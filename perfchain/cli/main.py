"""The ``perfchain`` command line: parse -> call -> print/write. No physics here.

Every failure a user can meet ends in one line on stderr and exit code 2, never a
traceback: a bad input (:class:`~perfchain.errors.PerfchainError`), a missing
dependency (the line names what to install, with the extra where there is one), and
a file that cannot be read or written (bundled data included).
"""

from __future__ import annotations

import importlib
import os
import re
import sys

import click

from perfchain.errors import PerfchainError

__all__ = ["main"]

#: command name -> (module, attribute); a command's module is imported when the command is
#: first looked up, inside :meth:`_Group.main`, so that an import failure is reported too.
_COMMANDS = {
    "point": ("perfchain.cli.point", "point"),
    "ingredients": ("perfchain.cli.point", "ingredients"),
    "chamber": ("perfchain.cli.chamber", "chamber"),
    "deltav": ("perfchain.cli.vehicle", "deltav"),
    "sweep": ("perfchain.cli.sweep", "sweep"),
    "compare": ("perfchain.cli.sweep", "compare"),
    "run": ("perfchain.cli.study", "run"),
    "new-study": ("perfchain.cli.study", "new_study"),
}

#: import name -> distribution name, where the two differ
_DISTRIBUTIONS = {"distributed": "dask", "yaml": "PyYAML", "PIL": "pillow"}
#: distribution -> extra of perfchain that installs it (used when the metadata is not at hand)
_EXTRAS = {"dask": "cluster"}


def _install_hint(module: str) -> str:
    """``pip install ...`` text for a missing import, naming perfchain's extra where one has it.

    >>> _install_hint("distributed")
    'pip install "perfchain[cluster]"'
    >>> _install_hint("cantera")
    'pip install cantera'
    """
    top = module.split(".")[0]
    dist = _DISTRIBUTIONS.get(top, top)
    extras = {}
    try:
        from importlib.metadata import requires

        for req in requires("perfchain") or ():
            name = re.match(r"[A-Za-z0-9._-]+", req)
            extra = re.search(r"""extra\s*==\s*["']([^"']+)["']""", req)
            if name and extra and extra.group(1) != "test":
                extras.setdefault(_normal(name.group(0)), extra.group(1))
    except Exception:  # no metadata (a bare checkout on sys.path): fall back to the table
        extras = {}
    extras = extras or {_normal(k): v for k, v in _EXTRAS.items()}
    extra = extras.get(_normal(dist))
    return f'pip install "perfchain[{extra}]"' if extra else f"pip install {dist}"


def _normal(name: str) -> str:
    """A distribution name in its normal form (PEP 503)."""
    return re.sub(r"[-_.]+", "-", name).lower()


def _one_line(text: str) -> str:
    return " ".join(str(text).split())


class _Group(click.Group):
    """A click group whose every error is one line on stderr and exit code 2."""

    def list_commands(self, ctx):
        return sorted(set(super().list_commands(ctx)) | set(_COMMANDS))

    def get_command(self, ctx, cmd_name):
        command = super().get_command(ctx, cmd_name)
        if command is None and cmd_name in _COMMANDS:
            module, attr = _COMMANDS[cmd_name]
            try:
                mod = importlib.import_module(module)
            except ModuleNotFoundError as exc:
                if exc.name != module:
                    raise
                return None  # that command family is not part of this build
            command = getattr(mod, attr)
            self.add_command(command, cmd_name)
        return command

    def main(self, *args, **kwargs):  # noqa: D401 - click API
        kwargs.setdefault("standalone_mode", False)
        try:
            return super().main(*args, **kwargs)
        except PerfchainError as exc:
            _fail(str(exc))
        except ImportError as exc:  # ModuleNotFoundError included
            name = exc.name or ""
            if name.split(".")[0] == "perfchain" or (not name and "perfchain" in str(exc)):
                raise  # perfchain's own code is broken: a bug, not the user's environment
            if isinstance(exc, ModuleNotFoundError) and name:
                _fail(f"missing dependency '{name.split('.')[0]}': install it with {_install_hint(name)}")
            what = f"'{name.split('.')[0]}' " if name else ""
            _fail(f"dependency {what}cannot be imported ({exc}): reinstall it"
                  + (f" with {_install_hint(name)}" if name else ""))
        except BrokenPipeError:   # `perfchain sweep ... | head`: the reader is gone; say nothing
            os.dup2(os.open(os.devnull, os.O_WRONLY), sys.stdout.fileno())
            sys.exit(1)
        except OSError as exc:
            where = f"{exc.filename}: " if exc.filename else ""
            _fail(f"{where}{exc.strerror or exc}")
        except click.exceptions.Exit as exc:
            sys.exit(exc.exit_code)
        except click.exceptions.Abort:
            click.echo("error: aborted", err=True)
            sys.exit(130)
        except click.ClickException as exc:
            _fail(exc.format_message())


def _fail(message: str):
    """Print ``error: MESSAGE`` as one line on stderr and exit with code 2."""
    click.echo(f"error: {_one_line(message)}", err=True)
    sys.exit(2)


@click.group(cls=_Group, context_settings={"help_option_names": ["-h", "--help"]})
@click.version_option(package_name="perfchain")
def main():
    """perfchain: propellant performance from ingredients to vehicle delta-v.

    Results are theoretical estimates. Propellants and hot-fire work can kill:
    follow local codes, range safety and licensed practice.
    """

YOUR INSTRUCTIONS:
Go through the entries above and copy out every line that includes the word "dask".

RESPONSE TO THIS TASK:
_DISTRIBUTIONS = {"distributed": "dask", "yaml": "PyYAML", "PIL": "pillow"}
_EXTRAS = {"dask": "cluster"}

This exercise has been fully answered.